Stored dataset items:
____________
def _phase_at_root(fluid: ReferenceFluid | None) -> bool:
    """A mixture (not a liquefied blend) whose limit solves run on its homogeneous states, the phase then
    established at the root only (see :func:`_checked_at_root`)."""
    return fluid is not None and fluid.is_mixture and not isinstance(fluid, LiquefiedBlend)


def _isochore_from_below(fluid: ReferenceFluid, density: Callable[[], float], t_need: float) -> None:
    """Establish a mixture's isochore ESTABLISH_BELOW_K under t_need [K], the lowest temperature a screening
    needs on it, before its states above it, unless those are established already: one phase there means one
    phase at every higher temperature on the same isochore and on its close neighbours 1 K higher
    (physics.mixtures, IsochoreMemo), so the checks that follow at the fill, the worst case, the tolerance
    steps and the limits need no flash of their own. Where it does not establish the phase (an isochore that
    meets the two-phase region within those kelvins, a temperature below the equations' range) nothing is
    concluded here: the checks that follow, in their usual order, decide and give their own reason, as they
    would without this step, for one flash more."""
    try:
        fluid.establish_isochore(density(), t_need)
    except NotApplicable:
        pass


def _checked_at_root(fluid: ReferenceFluid, root: float | None, checked: Callable[[float], float],
                     solve_checked: Callable[[], float | None]) -> float | None:
    """A root found on a mixture's homogeneous states (:meth:`ReferenceFluid.homogeneous_pressure`), kept
    where ``checked(root)`` establishes its state by both phase routes; else the solve again with the phase
    established at every step (``solve_checked``), as for any state.

    Why the iterates need no phase of their own: a limit is one state, the root; the solver's other states are
    no vessel's state, and where the phase holds there the homogeneous pressure is the very number the checked
    evaluation gives. Only the root is reported, and it is reported only once established."""
    if root is None:
        return None
    try:
        checked(root)
        return root
    except NotApplicable:
        return solve_checked()


def _established_fill_to_peak(fluid: ReferenceFluid, p: float, t_fill: float, t_peak: float) -> float:
    """A mixture's peak [Pa] at t_peak [K] for the fill p [Pa] at t_fill [K], its isochore established from below
    the lower of the two temperatures: one check covers its fill and worst-case states, and the fill-mass
    limit's root on the same isochore (IsochoreMemo)."""
    _isochore_from_below(fluid, lambda: fluid.homogeneous_density(p, t_fill), min(t_fill, t_peak))
    return fluid.pressure(fluid.density(p, t_fill), t_peak)


def _reference(case: Case, fs: FillState, t_fill: float, t_peak: float) -> Model:
    fluid = fs.fluid
    if fluid is None or fs.rho_mass is None:
        return not_applicable("reference", f"reference equation of state not applicable: {fs.fluid_error}")
    M = case.gas.molar_mass
    rho = fs.rho_mass / M
    try:
        peak = fluid.pressure(rho, t_peak)
        z_fill = (case.fill_pressure_pa or fluid.pressure(rho, t_fill)) / (rho * 8.314462618 * t_fill)
    except NotApplicable as exc:
        return not_applicable("reference", f"reference equation of state not applicable: {exc.reason}",
                              fluid=fluid.label)
    from screening.constants import R
    extra = {"fluid": fluid.label, "phase_fill": fs.phase_fill, "phase_peak": fs.phase_peak,
             "z_fill": z_fill, "z_peak": peak / (rho * R * t_peak),
             "eos_references": fluid.eos_references()}
    if fluid.is_mixture:
        extra["mixing_rule"] = fluid.mixing_rule

    def fill_to_peak(p: float) -> float:
        if _phase_at_root(fluid):  # a mixture's limit is solved on homogeneous states (see _limits)
            return fluid.homogeneous_pressure(fluid.homogeneous_density(p, t_fill), t_peak)
        return fluid.pressure(fluid.density(p, t_fill), t_peak)

    return Model("reference", True, "multiparameter Helmholtz-energy equation of state (CoolProp)",
                 peak, rho, lambda t: fluid.pressure(rho, t), fill_to_peak, extra,
                 isochore_points=_reference_isochore_points(fluid, rho))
____________
WHAT YOU ARE ASKED TO DO:
Each line from the one containing "Helmholtz-energy equation of" to the end of the records should be echoed exactly, and no other line.

ANSWER TO THIS EXERCISE:
    return Model("reference", True, "multiparameter Helmholtz-energy equation of state (CoolProp)",
                 peak, rho, lambda t: fluid.pressure(rho, t), fill_to_peak, extra,
                 isochore_points=_reference_isochore_points(fluid, rho))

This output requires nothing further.